## Work task
When you reach the line in the listing below that contains "your own tests.", begin returning lines exactly as written, and stop after the line that contains "together = [who". Return no other lines.

Provided material below:

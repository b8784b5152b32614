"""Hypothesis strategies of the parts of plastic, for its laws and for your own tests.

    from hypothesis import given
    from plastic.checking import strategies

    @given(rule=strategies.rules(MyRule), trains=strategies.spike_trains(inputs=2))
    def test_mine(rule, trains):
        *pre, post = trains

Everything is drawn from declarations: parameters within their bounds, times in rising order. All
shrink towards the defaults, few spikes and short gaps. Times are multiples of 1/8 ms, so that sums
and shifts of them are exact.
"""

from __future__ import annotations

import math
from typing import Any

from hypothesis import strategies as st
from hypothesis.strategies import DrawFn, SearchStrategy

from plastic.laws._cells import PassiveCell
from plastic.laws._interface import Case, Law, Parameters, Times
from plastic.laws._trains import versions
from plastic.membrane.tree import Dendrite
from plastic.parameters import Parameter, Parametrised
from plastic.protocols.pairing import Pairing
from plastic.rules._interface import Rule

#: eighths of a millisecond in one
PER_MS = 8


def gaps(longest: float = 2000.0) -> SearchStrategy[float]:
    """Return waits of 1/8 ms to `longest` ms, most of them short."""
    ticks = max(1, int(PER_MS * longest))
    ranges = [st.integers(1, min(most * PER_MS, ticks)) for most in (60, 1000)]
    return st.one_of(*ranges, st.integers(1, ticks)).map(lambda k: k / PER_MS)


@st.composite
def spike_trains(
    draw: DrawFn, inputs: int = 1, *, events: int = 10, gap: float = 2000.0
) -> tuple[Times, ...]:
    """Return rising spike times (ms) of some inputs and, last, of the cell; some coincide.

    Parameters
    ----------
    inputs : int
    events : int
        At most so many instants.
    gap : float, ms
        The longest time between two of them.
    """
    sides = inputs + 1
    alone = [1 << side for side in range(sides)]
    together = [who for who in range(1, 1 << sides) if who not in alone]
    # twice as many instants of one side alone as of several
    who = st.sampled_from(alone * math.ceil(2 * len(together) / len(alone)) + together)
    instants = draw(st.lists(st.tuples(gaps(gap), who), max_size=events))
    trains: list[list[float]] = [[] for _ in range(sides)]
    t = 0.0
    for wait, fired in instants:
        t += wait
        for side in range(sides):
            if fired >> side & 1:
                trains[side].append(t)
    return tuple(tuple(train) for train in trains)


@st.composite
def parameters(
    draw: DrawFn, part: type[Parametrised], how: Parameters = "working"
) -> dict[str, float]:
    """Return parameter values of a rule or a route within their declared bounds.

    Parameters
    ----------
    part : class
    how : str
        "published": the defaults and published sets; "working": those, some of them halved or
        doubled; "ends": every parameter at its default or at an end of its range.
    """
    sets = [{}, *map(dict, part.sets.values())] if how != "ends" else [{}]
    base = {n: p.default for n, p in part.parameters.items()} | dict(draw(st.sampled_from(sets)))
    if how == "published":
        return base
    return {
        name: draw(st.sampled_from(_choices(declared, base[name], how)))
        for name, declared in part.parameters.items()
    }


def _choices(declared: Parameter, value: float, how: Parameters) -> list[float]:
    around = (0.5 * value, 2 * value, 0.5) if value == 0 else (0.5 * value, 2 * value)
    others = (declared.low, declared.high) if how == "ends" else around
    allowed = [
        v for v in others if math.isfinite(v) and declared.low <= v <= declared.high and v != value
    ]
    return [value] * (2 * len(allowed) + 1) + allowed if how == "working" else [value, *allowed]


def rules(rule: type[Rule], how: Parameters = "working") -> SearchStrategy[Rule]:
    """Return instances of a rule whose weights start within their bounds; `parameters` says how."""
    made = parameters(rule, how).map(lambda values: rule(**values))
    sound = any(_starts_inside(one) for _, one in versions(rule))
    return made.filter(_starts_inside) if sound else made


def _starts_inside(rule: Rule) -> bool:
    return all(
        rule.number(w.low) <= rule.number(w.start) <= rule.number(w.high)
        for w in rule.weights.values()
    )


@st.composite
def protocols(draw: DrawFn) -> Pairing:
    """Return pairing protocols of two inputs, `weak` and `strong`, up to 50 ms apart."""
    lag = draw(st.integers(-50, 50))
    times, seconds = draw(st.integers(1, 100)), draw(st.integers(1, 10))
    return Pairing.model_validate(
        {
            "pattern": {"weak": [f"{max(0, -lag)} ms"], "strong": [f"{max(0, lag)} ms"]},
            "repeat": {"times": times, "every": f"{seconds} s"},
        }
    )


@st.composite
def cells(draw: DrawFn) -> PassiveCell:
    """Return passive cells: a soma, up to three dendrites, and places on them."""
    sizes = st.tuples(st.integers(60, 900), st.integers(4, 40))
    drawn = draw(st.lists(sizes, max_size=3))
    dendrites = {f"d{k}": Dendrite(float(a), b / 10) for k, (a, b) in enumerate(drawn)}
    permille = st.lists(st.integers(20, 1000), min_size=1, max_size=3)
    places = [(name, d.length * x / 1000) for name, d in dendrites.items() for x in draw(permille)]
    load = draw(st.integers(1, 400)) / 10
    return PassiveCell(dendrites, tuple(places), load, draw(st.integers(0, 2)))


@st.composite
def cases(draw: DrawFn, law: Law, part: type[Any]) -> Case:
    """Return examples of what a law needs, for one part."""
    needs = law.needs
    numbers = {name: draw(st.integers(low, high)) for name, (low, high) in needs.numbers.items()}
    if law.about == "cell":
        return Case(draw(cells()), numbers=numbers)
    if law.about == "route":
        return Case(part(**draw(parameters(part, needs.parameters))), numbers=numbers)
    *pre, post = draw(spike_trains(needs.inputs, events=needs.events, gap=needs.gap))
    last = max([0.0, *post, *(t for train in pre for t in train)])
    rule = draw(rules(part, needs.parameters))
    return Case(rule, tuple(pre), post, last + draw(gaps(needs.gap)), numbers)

End of Provided material.
Provided material below:

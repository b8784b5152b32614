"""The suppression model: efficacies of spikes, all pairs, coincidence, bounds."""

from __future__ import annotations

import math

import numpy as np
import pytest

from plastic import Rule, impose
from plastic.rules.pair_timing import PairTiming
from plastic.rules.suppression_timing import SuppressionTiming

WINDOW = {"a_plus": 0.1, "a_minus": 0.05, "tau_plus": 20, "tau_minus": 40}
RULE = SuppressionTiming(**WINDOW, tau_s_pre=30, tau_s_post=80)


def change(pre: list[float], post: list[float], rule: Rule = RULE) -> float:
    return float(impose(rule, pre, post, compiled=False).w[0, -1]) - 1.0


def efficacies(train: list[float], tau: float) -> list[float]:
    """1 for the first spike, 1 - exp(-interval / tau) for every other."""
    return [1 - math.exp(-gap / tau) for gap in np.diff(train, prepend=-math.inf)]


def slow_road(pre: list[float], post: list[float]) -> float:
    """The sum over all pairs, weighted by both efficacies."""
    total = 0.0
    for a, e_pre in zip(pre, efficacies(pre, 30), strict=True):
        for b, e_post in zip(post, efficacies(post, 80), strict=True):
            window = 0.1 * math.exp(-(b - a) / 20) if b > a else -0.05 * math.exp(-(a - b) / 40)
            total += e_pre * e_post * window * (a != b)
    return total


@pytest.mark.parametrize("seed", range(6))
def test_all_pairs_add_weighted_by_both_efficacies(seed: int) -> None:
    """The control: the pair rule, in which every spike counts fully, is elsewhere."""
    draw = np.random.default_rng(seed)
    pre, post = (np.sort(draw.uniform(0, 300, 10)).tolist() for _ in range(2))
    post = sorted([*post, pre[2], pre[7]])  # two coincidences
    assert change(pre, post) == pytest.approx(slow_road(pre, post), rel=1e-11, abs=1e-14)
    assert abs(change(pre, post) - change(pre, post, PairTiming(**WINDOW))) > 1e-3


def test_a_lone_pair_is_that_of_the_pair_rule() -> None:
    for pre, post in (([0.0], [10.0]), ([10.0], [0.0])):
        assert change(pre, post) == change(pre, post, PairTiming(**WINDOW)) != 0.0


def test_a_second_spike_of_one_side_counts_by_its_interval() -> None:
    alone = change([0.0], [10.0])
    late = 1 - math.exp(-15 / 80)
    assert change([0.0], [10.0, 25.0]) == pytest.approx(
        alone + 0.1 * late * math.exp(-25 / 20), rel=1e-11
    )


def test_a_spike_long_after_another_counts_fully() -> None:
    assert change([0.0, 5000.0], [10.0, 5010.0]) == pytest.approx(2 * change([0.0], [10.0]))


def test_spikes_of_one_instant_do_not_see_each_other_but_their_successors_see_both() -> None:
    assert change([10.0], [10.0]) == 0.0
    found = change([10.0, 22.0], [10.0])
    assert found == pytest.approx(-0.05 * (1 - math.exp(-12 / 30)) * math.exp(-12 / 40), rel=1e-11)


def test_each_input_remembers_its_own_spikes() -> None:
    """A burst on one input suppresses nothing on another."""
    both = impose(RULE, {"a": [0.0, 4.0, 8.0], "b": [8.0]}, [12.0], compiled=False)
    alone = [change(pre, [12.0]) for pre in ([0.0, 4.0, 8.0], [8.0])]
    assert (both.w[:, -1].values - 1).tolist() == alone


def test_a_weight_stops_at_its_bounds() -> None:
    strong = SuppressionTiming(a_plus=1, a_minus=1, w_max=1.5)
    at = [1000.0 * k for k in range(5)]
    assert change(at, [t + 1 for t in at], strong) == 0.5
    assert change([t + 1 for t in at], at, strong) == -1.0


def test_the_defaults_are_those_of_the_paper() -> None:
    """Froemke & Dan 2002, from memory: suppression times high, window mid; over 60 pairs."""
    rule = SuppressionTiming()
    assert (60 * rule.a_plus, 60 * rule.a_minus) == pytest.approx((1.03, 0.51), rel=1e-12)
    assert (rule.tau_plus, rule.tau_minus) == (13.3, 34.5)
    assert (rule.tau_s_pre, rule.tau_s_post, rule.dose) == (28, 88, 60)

End of Provided material.
Provided material below:

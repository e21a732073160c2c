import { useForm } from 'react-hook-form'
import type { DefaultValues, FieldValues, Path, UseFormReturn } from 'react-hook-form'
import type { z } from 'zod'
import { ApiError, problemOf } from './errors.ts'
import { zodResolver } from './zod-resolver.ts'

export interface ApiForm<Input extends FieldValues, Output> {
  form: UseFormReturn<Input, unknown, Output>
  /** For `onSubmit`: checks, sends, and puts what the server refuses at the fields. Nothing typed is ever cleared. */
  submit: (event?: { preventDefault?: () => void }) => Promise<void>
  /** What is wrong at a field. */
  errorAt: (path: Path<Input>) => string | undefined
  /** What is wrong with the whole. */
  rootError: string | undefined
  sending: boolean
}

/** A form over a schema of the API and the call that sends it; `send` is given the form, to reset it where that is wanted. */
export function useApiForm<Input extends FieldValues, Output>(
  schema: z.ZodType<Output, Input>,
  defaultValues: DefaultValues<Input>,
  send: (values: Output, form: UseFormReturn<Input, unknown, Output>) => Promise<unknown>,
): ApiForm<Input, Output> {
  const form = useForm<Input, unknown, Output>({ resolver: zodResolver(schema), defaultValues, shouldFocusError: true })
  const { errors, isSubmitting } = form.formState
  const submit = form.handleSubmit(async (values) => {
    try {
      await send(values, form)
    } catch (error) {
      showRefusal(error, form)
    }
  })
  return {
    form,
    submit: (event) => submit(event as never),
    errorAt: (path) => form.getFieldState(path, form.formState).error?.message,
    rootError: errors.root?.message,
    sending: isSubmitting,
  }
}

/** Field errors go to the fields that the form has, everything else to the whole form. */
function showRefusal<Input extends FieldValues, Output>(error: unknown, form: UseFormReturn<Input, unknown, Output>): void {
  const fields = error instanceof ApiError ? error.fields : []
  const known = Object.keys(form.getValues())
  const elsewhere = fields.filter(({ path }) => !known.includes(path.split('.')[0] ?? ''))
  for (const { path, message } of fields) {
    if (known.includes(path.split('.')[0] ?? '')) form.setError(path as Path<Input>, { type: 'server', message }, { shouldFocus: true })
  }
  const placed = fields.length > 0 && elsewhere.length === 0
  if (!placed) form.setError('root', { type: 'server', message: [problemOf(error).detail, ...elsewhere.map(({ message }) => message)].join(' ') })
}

End of Provided material.

## Solution for this exercise
"""Hypothesis strategies of the parts of plastic, for its laws and for your own tests.

    from hypothesis import given
    from plastic.checking import strategies

    @given(rule=strategies.rules(MyRule), trains=strategies.spike_trains(inputs=2))
    def test_mine(rule, trains):
        *pre, post = trains

Everything is drawn from declarations: parameters within their bounds, times in rising order. All
shrink towards the defaults, few spikes and short gaps. Times are multiples of 1/8 ms, so that sums
and shifts of them are exact.
"""

from __future__ import annotations

import math
from typing import Any

from hypothesis import strategies as st
from hypothesis.strategies import DrawFn, SearchStrategy

from plastic.laws._cells import PassiveCell
from plastic.laws._interface import Case, Law, Parameters, Times
from plastic.laws._trains import versions
from plastic.membrane.tree import Dendrite
from plastic.parameters import Parameter, Parametrised
from plastic.protocols.pairing import Pairing
from plastic.rules._interface import Rule

#: eighths of a millisecond in one
PER_MS = 8


def gaps(longest: float = 2000.0) -> SearchStrategy[float]:
    """Return waits of 1/8 ms to `longest` ms, most of them short."""
    ticks = max(1, int(PER_MS * longest))
    ranges = [st.integers(1, min(most * PER_MS, ticks)) for most in (60, 1000)]
    return st.one_of(*ranges, st.integers(1, ticks)).map(lambda k: k / PER_MS)


@st.composite
def spike_trains(
    draw: DrawFn, inputs: int = 1, *, events: int = 10, gap: float = 2000.0
) -> tuple[Times, ...]:
    """Return rising spike times (ms) of some inputs and, last, of the cell; some coincide.

    Parameters
    ----------
    inputs : int
    events : int
        At most so many instants.
    gap : float, ms
        The longest time between two of them.
    """
    sides = inputs + 1
    alone = [1 << side for side in range(sides)]
    together = [who for who in range(1, 1 << sides) if who not in alone]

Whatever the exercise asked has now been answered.